In 2016 the powerful National Rifle Association (NRA), a registered charity that promotes gun rights, spent $30 million helping elect Donald Trump, and close to $70 million on ads and voter mobilisation drives. Now his re-election campaign will probably have to look elsewhere as the US's wealthiest lobbying organisation, already facing a major financial crisis and internal warfare, is being sued by New York attorney general, Letitia James, challenging its charitable status and aiming to put the NRA out of business. It will take years of litigation but we are not talking about taking the bullet out of the gun, but decommissioning, putting beyond use.
Republicans have denounced James, a Democrat, as making a blatantly political attempt to hobble the re-election campaign while the President branded the suit “a very terrible thing”. James alleges, in claims initially aired over the last year by disgruntled members and investigative journalists, that NRA leaders used charitable donations for personal ends, shaving $64 million off the organisation’s balance sheet in three years. A surplus of almost $28 million in 2015 turned into a $36 million deficit in 2018 - earlier this year the NRA shed some 200 jobs as major donors pulled out.
The suit, filed in Manhattan after an 18-month investigation, names the NRA as a whole and four senior executives including the organisation’s public face, autocratic Wayne LaPierre, its executive vice-president on $2 million a year. He is accused of spending millions on luxury black car services and private jet trips, including eight visits to the Bahamas, as well as accepting expensive gifts such as African safaris, hair and makeup for his wife and use of a 107-foot yacht. He also engineered a $17million post-employment contract for himself, according to the suit.

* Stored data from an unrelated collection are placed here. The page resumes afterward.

package web

import (
	"crypto/sha256"
	"embed"
	"encoding/hex"
	"errors"
	"fmt"
	"io/fs"
	"mime"
	"net/http"
	"path"
	"strconv"
	"strings"
)

//go:embed all:dist
var built embed.FS

// neededAssets are what `npm run build` makes.
var neededAssets = []string{"app.js", "charts.js", "first.js", "style.css", "icon.svg"}

// assetSet is the built files in memory, under one checksum over all of them.
type assetSet struct {
	sum   string
	files map[string][]byte
}

func readAssets(from fs.FS) (*assetSet, error) {
	if from == nil {
		sub, err := fs.Sub(built, "dist")
		if err != nil {
			return nil, err
		}
		from = sub
	}
	set := &assetSet{files: make(map[string][]byte, len(neededAssets))}
	h := sha256.New()
	for _, name := range neededAssets {
		b, err := fs.ReadFile(from, name)
		if errors.Is(err, fs.ErrNotExist) {
			return nil, fmt.Errorf("page asset %s is missing from the binary: run `make build`", name)
		}
		if err != nil {
			return nil, fmt.Errorf("page asset %s: %w", name, err)
		}
		set.files[name] = b
		fmt.Fprintf(h, "%s %d\n", name, len(b))
		h.Write(b)
	}
	set.sum = hex.EncodeToString(h.Sum(nil))[:16]
	return set, nil
}

// ServeHTTP answers /assets/{checksum}/{file}. A checksum of an older build is
// answered with the present file, but not to be kept.
func (s *assetSet) ServeHTTP(w http.ResponseWriter, r *http.Request) {
	sum, name, _ := strings.Cut(strings.TrimPrefix(r.URL.Path, "/assets/"), "/")
	b, ok := s.files[name]
	if !ok || (r.Method != http.MethodGet && r.Method != http.MethodHead) {
		http.NotFound(w, r)
		return
	}
	h := w.Header()
	h.Set("Content-Type", mime.TypeByExtension(path.Ext(name)))
	h.Set("X-Content-Type-Options", "nosniff")
	if sum == s.sum {
		h.Set("Cache-Control", "public, max-age=31536000, immutable")
		h.Set("ETag", strconv.Quote(s.sum))
		if r.Header.Get("If-None-Match") == strconv.Quote(s.sum) {
			w.WriteHeader(http.StatusNotModified)
			return
		}
	} else {
		h.Set("Cache-Control", "no-store")
	}
	if r.Method == http.MethodGet {
		_, _ = w.Write(b) // a reader who went away is no fault of ours
	}
}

The NRA, established in 1871 as a recreational group designed to “promote and encourage rifle shooting”, has grown into one of the most powerful political organisations in the US. It evolved into a gentlemen’s hunting club with sympathy for wildlife conservation, until Second Amendment militants, including LaPierre, seized power in the 1970s. Since then it has vigorously, and largely successfully, opposed all gun control attempts, often blaming mass shooting casualty tolls on the lack of guns to fight back. A far cry from the 1920s when it supported legislation clamping down on firearms used for organised crime.
The NRA found a new cause during the pandemic fighting to keep gun stores open, depicting the government’s coronavirus response as a threat to Second Amendment rights and successfully lobbying to have firearms vendors added to its list of essential businesses.
More than 100 people are killed every day by gun violence in America.